Exercise objective
Using the records below, transcribe word for word the stretch from the line that contains "phone = await" through the line that contains "Timing transferSize). */", both end lines included, and nothing else.

Available data
==============================

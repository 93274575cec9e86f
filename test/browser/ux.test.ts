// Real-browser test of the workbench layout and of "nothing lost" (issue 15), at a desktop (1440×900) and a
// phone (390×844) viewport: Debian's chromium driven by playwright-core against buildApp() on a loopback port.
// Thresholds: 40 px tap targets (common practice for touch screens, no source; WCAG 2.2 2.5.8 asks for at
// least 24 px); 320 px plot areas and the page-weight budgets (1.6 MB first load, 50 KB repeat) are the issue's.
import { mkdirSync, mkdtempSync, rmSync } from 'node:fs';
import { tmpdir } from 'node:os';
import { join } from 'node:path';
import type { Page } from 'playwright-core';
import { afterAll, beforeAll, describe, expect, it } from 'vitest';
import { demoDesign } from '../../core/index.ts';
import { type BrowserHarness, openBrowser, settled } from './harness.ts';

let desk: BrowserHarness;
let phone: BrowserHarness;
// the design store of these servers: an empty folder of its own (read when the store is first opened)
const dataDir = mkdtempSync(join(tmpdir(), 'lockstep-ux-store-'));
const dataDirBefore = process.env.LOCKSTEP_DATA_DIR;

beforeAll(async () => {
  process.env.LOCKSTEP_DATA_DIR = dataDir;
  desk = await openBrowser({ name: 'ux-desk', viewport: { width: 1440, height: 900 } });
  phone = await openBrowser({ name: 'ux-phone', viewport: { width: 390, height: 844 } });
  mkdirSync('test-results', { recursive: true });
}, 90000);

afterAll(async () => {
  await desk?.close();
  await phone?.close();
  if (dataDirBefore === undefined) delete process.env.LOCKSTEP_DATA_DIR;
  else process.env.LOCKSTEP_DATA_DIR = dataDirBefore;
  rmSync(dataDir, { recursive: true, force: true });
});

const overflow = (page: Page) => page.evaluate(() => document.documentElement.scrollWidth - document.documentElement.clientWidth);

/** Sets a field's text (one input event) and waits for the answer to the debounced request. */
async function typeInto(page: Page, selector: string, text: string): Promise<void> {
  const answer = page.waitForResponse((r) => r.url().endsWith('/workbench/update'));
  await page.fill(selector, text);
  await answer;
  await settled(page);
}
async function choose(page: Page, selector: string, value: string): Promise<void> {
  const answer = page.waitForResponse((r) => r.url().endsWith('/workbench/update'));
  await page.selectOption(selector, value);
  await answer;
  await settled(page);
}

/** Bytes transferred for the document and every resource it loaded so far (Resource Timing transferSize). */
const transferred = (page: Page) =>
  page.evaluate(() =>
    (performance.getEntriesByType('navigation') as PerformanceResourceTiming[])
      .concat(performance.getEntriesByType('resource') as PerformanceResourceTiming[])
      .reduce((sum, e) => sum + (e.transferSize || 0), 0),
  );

==============================

Solution for this problem
  phone = await openBrowser({ name: 'ux-phone', viewport: { width: 390, height: 844 } });
  mkdirSync('test-results', { recursive: true });
}, 90000);

afterAll(async () => {
  await desk?.close();
  await phone?.close();
  if (dataDirBefore === undefined) delete process.env.LOCKSTEP_DATA_DIR;
  else process.env.LOCKSTEP_DATA_DIR = dataDirBefore;
  rmSync(dataDir, { recursive: true, force: true });
});

const overflow = (page: Page) => page.evaluate(() => document.documentElement.scrollWidth - document.documentElement.clientWidth);

/** Sets a field's text (one input event) and waits for the answer to the debounced request. */
async function typeInto(page: Page, selector: string, text: string): Promise<void> {
  const answer = page.waitForResponse((r) => r.url().endsWith('/workbench/update'));
  await page.fill(selector, text);
  await answer;
  await settled(page);
}
async function choose(page: Page, selector: string, value: string): Promise<void> {
  const answer = page.waitForResponse((r) => r.url().endsWith('/workbench/update'));
  await page.selectOption(selector, value);
  await answer;
  await settled(page);
}

/** Bytes transferred for the document and every resource it loaded so far (Resource Timing transferSize). */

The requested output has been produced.